For what it's worth we too have a Bessacarr and the water tank reading, and the grey water tank readings are unreliable. We've had the relevant probes sorted once and replaced once but now we simply fill up and empty the tanks whenever we can. The whole system can go for ages showing a plausible reading and then suddenly show half full when we've just drained it. 

It is a feature of this sort of probe, not a Bessacarr speciality. We've had other vans where the water tank was at the bottom of the wardrobe and we made a springy curtain wire probe for them with markings to show how much volume there was at each mark. 

G


----------



## Gary1944 (Feb 21, 2009)

cje101 said:


> Gary,
> thanks for the response however our problem is with the rods in the
> fresh water tank,


OK, thats fine, but you did say that you had to clean them to get it working. A friend had a similar problem with a different system that measured the resistance between two poles. He also had to clean them regularly but using the soap to remove the fatty deposits helped him as well. Worth a try.

Gary.


----------



## kenp (Sep 8, 2006)

Gary,

I would love to know how your friend got fatty deposits in his fresh water tank.

Seriously, if you clean the sensors in the fresh water tank with soap products you must cleanse the fresh water tank before consuming its water.


----------



## Penquin (Oct 15, 2007)

Our 2003 one has been replaced twice and is not reliable in either the fresh or the waste water, it doesn't help that the options for the waste are 0% or 100% - not exactly a good selection.....
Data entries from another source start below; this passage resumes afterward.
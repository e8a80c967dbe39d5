"""The audit finds and names injected violations, with the size of each, and passes a clean table."""

from __future__ import annotations

import dataclasses
import os
import shutil

import numpy as np
import pytest

from rating_tables import (
    Bands,
    CategoricalFactor,
    InteractionFactor,
    NumericFactor,
    TableError,
    audit,
    audit_path,
    flattened,
    save,
)

from _builders import example_table

INF = np.inf


def _replace(table, **factors):
    return dataclasses.replace(table, factors=tuple(factors.get(f.name, f) for f in table.factors))


def _age(relativity, monotone="none"):
    return NumericFactor("age", monotone, [-INF, 25, 60], [25, 60, INF], relativity, [120.0, 800.0, 300.0])


def test_clean_table_passes(tmp_path):
    save(example_table(), tmp_path / "T")
    assert audit(example_table()) == []
    assert audit_path(tmp_path / "T") == []
    assert audit(example_table(), promises={"bonus": "increasing", "age": "none"}, bounds={"*": (0.5, 2.0)}) == []


def test_reversed_promise_is_found_band_to_band():
    """Promised decreasing, age goes 1.5 -> 1.0 -> 1.25: one step up by 25 %, seen for all three regions
    (the two-way table is 1 for age >= 30, so main effect x two-way = main effect there)."""
    found = audit(example_table(), promises={"age": "decreasing"})
    assert len(found) == 1
    v = found[0]
    assert (v.check, v.factor, v.where) == ("monotone", "age", "[30, 60) to [60, inf)")
    assert v.amount == pytest.approx(0.25, rel=1e-12)
    assert "promised decreasing, the relativity goes from 1 to 1.25 (3 combinations" in str(v)


def test_reversal_inside_a_two_way_table_is_found():
    """Main effect 1.5, 1.0, 0.9 is decreasing, but for Coast at age >= 30 the two-way relativity 1.3 makes
    [25, 30) -> [30, 60) go from 1.0 x 1.0 to 1.0 x 1.3: up by 30 % for region 'Coast' only."""
    table = example_table()
    two_way = InteractionFactor(
        "age__region",
        ("age", "region"),
        table.factor("age__region").a_cells,
        ("North", "South", "Coast"),
        [[1.0, 1.0, 1.0], [1.0, 1.0, 1.3]],
    )
    found = audit(_replace(table, age=_age([1.5, 1.0, 0.9], "decreasing"), age__region=two_way))
    assert [(v.check, v.factor, v.where) for v in found] == [("monotone", "age", "[25, 30) to [30, 60)")]
    assert found[0].amount == pytest.approx(0.3, rel=1e-12)
    assert "region='Coast'" in found[0].detail


def test_ordered_categorical_promise_is_checked_in_file_order():
    """bonus promised increasing: 0.75, 1.0, 0.95 falls from 02 to 03 by 5 %."""
    bonus = CategoricalFactor("bonus", "increasing", ("01", "02", "03"), [0.75, 1.0, 0.95], [1.0, 1.0, 1.0])
    found = audit(_replace(example_table(), bonus=bonus))
    assert [(v.check, v.factor, v.where) for v in found] == [("monotone", "bonus", "02 to 03")]
    assert found[0].amount == pytest.approx(0.05, rel=1e-12)


def test_missing_base_level_is_found():
    """No age band at 1 (closest 1.1, off by 0.1); region's named base North at 1.05 (off by 0.05).
    1.0004 rounds to 1.000 at 3 decimals and counts as the base; 1.0006 does not."""
    region = CategoricalFactor(
        "region", "none", ("North", "South", "Coast"), [1.05, 0.875, 1.5], [1.0] * 3, fallback="North", base="North"
    )
    found = audit(_replace(example_table(), age=_age([1.5, 1.1, 1.25]), region=region))
    assert [(v.check, v.factor) for v in found] == [("base_level", "age"), ("base_level", "region")]
    assert [v.amount for v in found] == pytest.approx([0.1, 0.05], rel=1e-9)
    assert audit(_replace(example_table(), age=_age([1.5, 1.0004, 1.25]))) == []
    assert [v.factor for v in audit(_replace(example_table(), age=_age([1.5, 1.0006, 1.25])))] == ["age"]


def test_two_way_table_needs_a_base_row_and_column():
    table = example_table()
    two_way = InteractionFactor(
        "age__region",
        ("age", "region"),
        table.factor("age__region").a_cells,
        ("North", "South", "Coast"),
        [[1.1, 1.0, 1.125], [1.2, 1.0, 1.05]],
    )
    found = audit(_replace(table, age__region=two_way))
    assert [(v.check, v.where) for v in found] == [("base_level", "row")]
    assert found[0].amount == pytest.approx(0.125, rel=1e-9)  # row [1.1, 1.0, 1.125] is closest: max gap 0.125


def test_bounds_and_unknown_promises():
    """Bounds 0.8 to 1.4 on every factor: age 1.5 and Coast 1.5 exceed by 0.1, bonus 01 at 0.75 is 0.05 short."""
    found = audit(example_table(), promises={"vehicle_use": "increasing"}, bounds={"*": (0.8, 1.4)})
    assert [(v.check, v.factor, v.where) for v in found] == [
        ("promise", "vehicle_use", None),
        ("bounds", "age", "[-inf, 25)"),
        ("bounds", "region", "Coast"),
        ("bounds", "bonus", "01"),
    ]
    assert [v.amount for v in found[1:]] == pytest.approx([0.1, 0.1, 0.05], rel=1e-9)
    with pytest.raises(TableError, match="direction 'upward' for 'age' must be one of"):
        audit(example_table(), promises={"age": "upward"})


@pytest.mark.parametrize(
    "name, old, new, check, text",
    [
        ("factors/age.csv", "25.0,60.0,1.0", "26.0,60.0,1.0", "bands", "gap between the previous band's upper 25"),
        ("factors/age.csv", "25.0,60.0,1.0", "20.0,60.0,1.0", "bands", "overlap"),
        ("factors/age.csv", "25.0,60.0,1.0,", "25.0,60.0,0.0,", "relativity", "relativity 0 must be finite and > 0"),
        ("table.json", '"file": "factors/bonus.csv"', '"file": "../bonus.csv"', "file_path", "uses '..'"),
        ("table.json", '"file": "factors/bonus.csv"', '"file": "/tmp/bonus.csv"', "file_path", "absolute path"),
    ],
)
def test_structural_violations_of_a_folder_are_reported(tmp_path, name, old, new, check, text):
    folder = tmp_path / "T"
    save(example_table(), folder)
    path = folder / name
    path.write_text(path.read_text().replace(old, new, 1))
    found = audit_path(folder)
    assert len(found) == 1
    assert found[0].check == check
    assert text in str(found[0]) and str(folder) in str(found[0])
    if check in ("bands", "relativity"):
        assert found[0].factor == "age" and found[0].where == "data row 2 (1-based)"


def test_symlink_out_of_the_folder_is_reported(tmp_path):
    folder = tmp_path / "T"
    save(example_table(), folder)
    shutil.move(folder / "factors/bonus.csv", tmp_path / "bonus.csv")
    os.symlink(tmp_path / "bonus.csv", folder / "factors/bonus.csv")
    found = audit_path(folder)
    assert [(v.check, v.factor) for v in found] == [("file_path", "bonus")]
    assert "resolves outside the table folder" in str(found[0])


def test_flattening_looks_through_the_two_way_tables():
    """age promised decreasing; main effect x the age x region table (cut at age 30 or 60) along the
    cells [-inf, 25), [25, 30 or 60), ...: a run is flat only when every region is."""
    table = example_table()

    def flat(main: list[float], lower: float, rows: list[list[float]]):
        age = NumericFactor("age", "decreasing", [-np.inf, 25, 60], [25, 60, np.inf], main, [1.0] * 3)
        two_way = InteractionFactor(
            "age__region",
            ("age", "region"),
            Bands([-np.inf, lower], [lower, np.inf]),
            ("North", "South", "Coast"),
            rows,
        )
        return flattened(dataclasses.replace(table, factors=(age, *table.factors[1:3], two_way)))

    same = [[1.0, 1.0, 1.0], [1.0, 1.0, 1.0]]
    # [25, 30) and [30, 60) are one band cut by the two-way side: no remark on their own
    assert flat([1.5, 1.0, 0.8], 30, same) == []
    # [25, 60) and [60, inf) are equal for every region: flagged, with their one value
    found = flat([1.5, 1.0, 1.0], 60, same)
    assert [(f.factor, f.kind, f.levels, f.relativity) for f in found] == [
        ("age", "bands", ("[25, 60)", "[60, inf)"), 1.0)
    ]
    # Coast at 1.1 from age 60 separates them
    assert flat([1.5, 1.0, 1.0], 60, [[1.0, 1.0, 1.0], [1.0, 1.0, 1.1]]) == []
    # equal along age for every region, but South differs from the others: flat, with no one value
    found = flat([1.5, 1.0, 1.0], 60, [[1.0, 1.2, 1.0], [1.0, 1.2, 1.0]])
    assert [(f.levels, f.relativity) for f in found] == [(("[25, 60)", "[60, inf)"), None)]
    assert "one relativity in each combination of the other factors' cells" in str(found[0])
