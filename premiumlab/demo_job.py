"""`demo`: the whole job on the built-in motor scenario, into one folder.

DIR/book.parquet and truth.json (simulated), spec.toml (the scenario's spec with a lighter
boosted-model search), run/ (models, comparison, figures,
report.html), table/ (distilled from the boosted model, with its two-way table), glm_table/ (the
GLM's relativities), priced.parquet (the book rated with table/), impact.json and impact.png (dislocation
from the GLM table to the distilled one).
"""
from __future__ import annotations

from importlib import resources
from pathlib import Path
from typing import Callable

from premiumlab._core.cluster import parse_cluster
from premiumlab._core.outputs import check_target

SCENARIO = "motor"
#: The demo's boosted-model search: 3 folds x 4 settings instead of the default 5 x 8, which takes
#: several times longer on a two-core laptop; written into the demo's spec.toml for all to see.
DEMO_SEARCH = """
[gbm]
# a lighter search than the defaults (folds = 5, max_settings = 8) keeps the demo to a few minutes;
# delete this section for the full search
folds = 3
max_settings = 4
"""


def scenario_file(name: str) -> Path:
    """Path of a shipped scenario file, e.g. scenario_file("motor.toml")."""
    return Path(str(resources.files("premiumlab.scenarios").joinpath(name)))


def run_demo(out: str | Path, policies: int | None = None, force: bool = False,
             echo: Callable[[str], None] = print, cluster: str | None = None) -> Path:
    """Simulate the motor book, then fit, compare, tabulate, audit, rate and measure the impact."""
    from premiumlab.review.comparison import compare, summary_lines
    from premiumlab.evaluation.figures import plot_impact
    from premiumlab._core.jsonio import write_json
    from premiumlab._core.outputs import atomic_output
    from premiumlab.runs.fit import fit
    from premiumlab.apply.glue import (audit_table, dislocation, fidelity_lines, impact_lines, rate_book)
    from premiumlab.review.report import write_report
    from premiumlab.simulation.simulator import simulate
    from premiumlab.tabulation.from_run import tabulate

    out = Path(out)
    check_target(out, force)
    if cluster is not None:
        parse_cluster(cluster)
    with atomic_output(out, force=force) as tmp:
        book, spec = tmp / "book.parquet", tmp / "spec.toml"
        spec.write_text(scenario_file(f"{SCENARIO}_spec.toml").read_text(encoding="utf-8") + DEMO_SEARCH,
                        encoding="utf-8")
        sim = simulate(scenario_file(f"{SCENARIO}.toml"), book, policies=policies)
        echo(f"[1/7] simulated {sim['policies']} policies ({sim['rows']} rows) of an invented motor book")
        run = fit(book, spec, tmp / "run", progress=True, cluster=cluster)
        echo("[2/7] fitted GLM baselines and boosted models")
        echo("\n".join(summary_lines(compare(run))))
        echo("[3/7] compared on the holdout")
        summary = tabulate(run, tmp / "table", model="gbm")
        echo("\n".join(fidelity_lines(summary)))
        tabulate(run, tmp / "glm_table", model="glm")
        echo("[4/7] distilled the boosted model into table/ and exported the GLM as glm_table/")
        found = audit_table(tmp / "table", spec, run)
        echo("\n".join(found) if found else "[5/7] audit: no violations in table/")
        rate_book(tmp / "table", book, tmp / "priced.parquet", "exposure", annual=False)
        echo("[6/7] rated the book into priced.parquet")
        result = dislocation(str(tmp / "glm_table"), str(tmp / "table"), book, "exposure", False, 0.15,
                             (0.05, 0.10, 0.25))
        write_json(tmp / "impact.json", result)
        plot_impact(result, tmp / "impact.png")
        echo("\n".join(impact_lines(result)))
        write_report(run)
        echo("[7/7] impact of moving from the GLM table written to impact.json and impact.png; report in "
             "run/report.html")
        for c in summary["cautions"]:
            echo(f"caution: {c}")
    echo(f"demo written to {out}")
    return out
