@dataclass(frozen=True)
class Factor:
    """A rating factor of the scenario with its distribution and true effects.

    Numeric factors carry `bands` (interior edges) and log-relativity knots; categorical factors
    carry `levels` with a relativity per level. Internally categorical values are level codes.
    """

    name: str
    type: str
    distribution: Distribution
    labels: tuple[str, ...]
    base: str | None = None
    depends_on: str | None = None
    when: dict[str, Distribution] = field(default_factory=dict)
    bands: tuple[float, ...] = ()
    clip: tuple[float, float] | None = None
    round_to: float | None = None
    step_per_period: float = 0.0
    frequency_knots: np.ndarray | None = None
    severity_knots: np.ndarray | None = None
    frequency_relativity: np.ndarray | None = None
    severity_relativity: np.ndarray | None = None

    @property
    def numeric(self) -> bool:
        return self.type == "numeric"

    @property
    def writes_integers(self) -> bool:
        """True when the numeric column holds whole numbers (an integer `round_to`)."""
        return self.round_to is not None and float(self.round_to).is_integer()

    def value(self, raw: np.ndarray, period_index: np.ndarray | int) -> np.ndarray:
        """Row values from the policy's raw draw: step per period, then clip, then rounding."""
        if not self.numeric:
            return raw
        v = raw + self.step_per_period * period_index
        if self.clip is not None:
            v = np.clip(v, *self.clip)
        if self.round_to is not None:
            v = np.round(v / self.round_to) * self.round_to
        return v

    def label_codes(self, values: np.ndarray) -> np.ndarray:
        """Index into `labels`: the band of a numeric value, or the level code itself."""
        return assign_bands(values, self.bands) if self.numeric else values

    def log_effect(self, values: np.ndarray, target: str) -> np.ndarray:
        """True log-relativity of each value on "frequency" or "severity"."""
        if self.numeric:
            knots = self.frequency_knots if target == "frequency" else self.severity_knots
            if knots is None:
                return np.zeros(len(values))
            return np.interp(values, knots[:, 0], knots[:, 1])
        rel = self.frequency_relativity if target == "frequency" else self.severity_relativity
        return np.zeros(len(values)) if rel is None else np.log(rel)[values]

    def in_region(self, values: np.ndarray, region: tuple) -> np.ndarray:
        """Rows inside an interaction region: [low, high) for numeric, a set of level codes otherwise."""
        if self.numeric:
            return (values >= region[0]) & (values < region[1])
        return np.isin(values, region)
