/// One half-sweep of colour `colour` ((i + j) mod 2) on row j: from the rows south, centre and
/// north of x before the half-sweep, the row after it. Nodes of the colour get
/// (b + Σ neighbours)/d, the others keep their value; thin nodes are recomputed from the link
/// bits.
#[inline]
fn half_sweep_row(
    f: &Fine,
    b: &[f64],
    j: usize,
    colour: usize,
    (xs, xc, xn): (&[f64], &[f64], &[f64]),
    out: &mut [f64],
) {
    let (a, inv) = (f.a, f.inv);
    let nx = a.nx;
    let row = j * nx;
    let (lo, hi) = a.row_span(j);
    let m = hi - lo;
    let [e, w, c, n, s] = span_neighbours((xs, xc, xn), (lo, hi));
    let (bb, ii) = (&b[row + lo..row + hi], &inv[row + lo..row + hi]);
    let o = &mut out[lo..hi];
    // Every node updated (a loop that vectorises), then the other colour put back: node lo + i
    // has the colour when (lo + i + j) % 2 == colour, so the other colour starts at i = `other`.
    let (e, w, n, s) = (&e[..m], &w[..m], &n[..m], &s[..m]);
    let (bb, ii, o) = (&bb[..m], &ii[..m], &mut o[..m]);
    for i in 0..m {
        o[i] = (bb[i] + ((e[i] + w[i]) + (n[i] + s[i]))) * ii[i] as f64;
    }
    let other = usize::from((lo + j) % 2 == colour);
    for i in (other..m).step_by(2) {
        o[i] = c[i];
    }
    zero_outside(out, (lo, hi));
    for &k in a.thin_in_row(j) {
        let (k, i) = (k as usize, k as usize - row);
        if (i + j) % 2 == colour {
            let sum = link_sum(a.links[k], xc[i + 1], xc[i - 1], xn[i], xs[i]);
            out[i] = (b[k] + sum) * inv[k] as f64;
        }
    }
}

/// Row j of the fine residual r = b − A·x, scaled by the row scales of P (`scale`), which is
/// what Pᵀ needs; zero at solid nodes and on the ring.
#[inline]
fn residual_row_fine(
    f: &Fine,
    b: &[f64],
    j: usize,
    (xs, xc, xn): (&[f64], &[f64], &[f64]),
    r: &mut [f64],
) {
    let (a, scale) = (f.a, f.scale);
    let nx = a.nx;
    let row = j * nx;
    let (lo, hi) = a.row_span(j);
    let m = hi - lo;
    let [e, w, c, n, s] = span_neighbours((xs, xc, xn), (lo, hi));
    let (bb, inv, sc) = (
        &b[row + lo..row + hi],
        &f.inv[row + lo..row + hi],
        &scale[row + lo..row + hi],
    );
    let o = &mut r[lo..hi];
    for i in 0..m {
        let ax = diag_of_inv(inv[i]) * c[i] - ((e[i] + w[i]) + (n[i] + s[i]));
        o[i] = (bb[i] - ax) * sc[i] as f64;
    }
    zero_outside(&mut r[..nx], (lo, hi));
    for &k in a.thin_in_row(j) {
        let (k, i) = (k as usize, k as usize - row);
        let sum = link_sum(a.links[k], xc[i + 1], xc[i - 1], xn[i], xs[i]);
        r[i] = (b[k] - (diag_of_inv(f.inv[k]) * xc[i] - sum)) * scale[k] as f64;
    }
}

/// d′ = 1/fl(1/d) from the stored single-precision 1/d, 0 at solid nodes (where 1/d is
/// stored as 0); a select rather than a branch.
#[inline(always)]
fn diag_of_inv(inv: f32) -> f64 {
    let d = 1.0 / inv as f64;
    if inv != 0.0 {
        d
    } else {
        0.0
    }
}

thread_local! {
    /// Row buffers of the fine passes, kept per thread from one pass to the next.
    static BUFFERS: std::cell::RefCell<Vec<Vec<f64>>> = const { std::cell::RefCell::new(Vec::new()) };
}

/// A scratch vector of arbitrary (finite) contents from a per-thread pool, given back when
/// dropped. Each block of a fine pass needs a few rows of scratch; allocating them afresh cost
/// a page-faulted, zeroed allocation per block once rows passed glibc's mmap threshold
/// (measured at 4096 cells: the solve took 8.3 s instead of 6.4 s).
struct Buffer(Vec<f64>);

impl Buffer {
    fn take(len: usize) -> Buffer {
        let mut v = BUFFERS.with(|b| b.borrow_mut().pop()).unwrap_or_default();
        v.resize(len, 0.0);
        Buffer(v)
    }
}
the fresh water ones are unreliable as said it can be empty and still read 50% and sometimes overflowing and only showing 75% so we use the old fashioned way of opening the cupboard and having a look through the tank wall for fresh...... it is much more accurate......

I might try cleaning the rods but have never been given a method for the fresh water rods - there is no way that I would want soap in there of any type.....

I have tried simply wiping them off - to no avail, but am wary of using even a slightly abrasive surface on them since I am not sure if that would affect the conductivity reading.

Dave


----------



## GerryD (Sep 20, 2007)

Have the same problem with 2010 E480. The advice from Swift and Sargent is to remove the probe assembly and clean it with a non-abrasive scourer. My question has always been why should anyone be expected to do that?
It is not exactly new high technology, this type of system has been in use in industry for years and very reliable.
Once again it would appear that the leisure industry is being fobbed off with substandard products.
Gerry


----------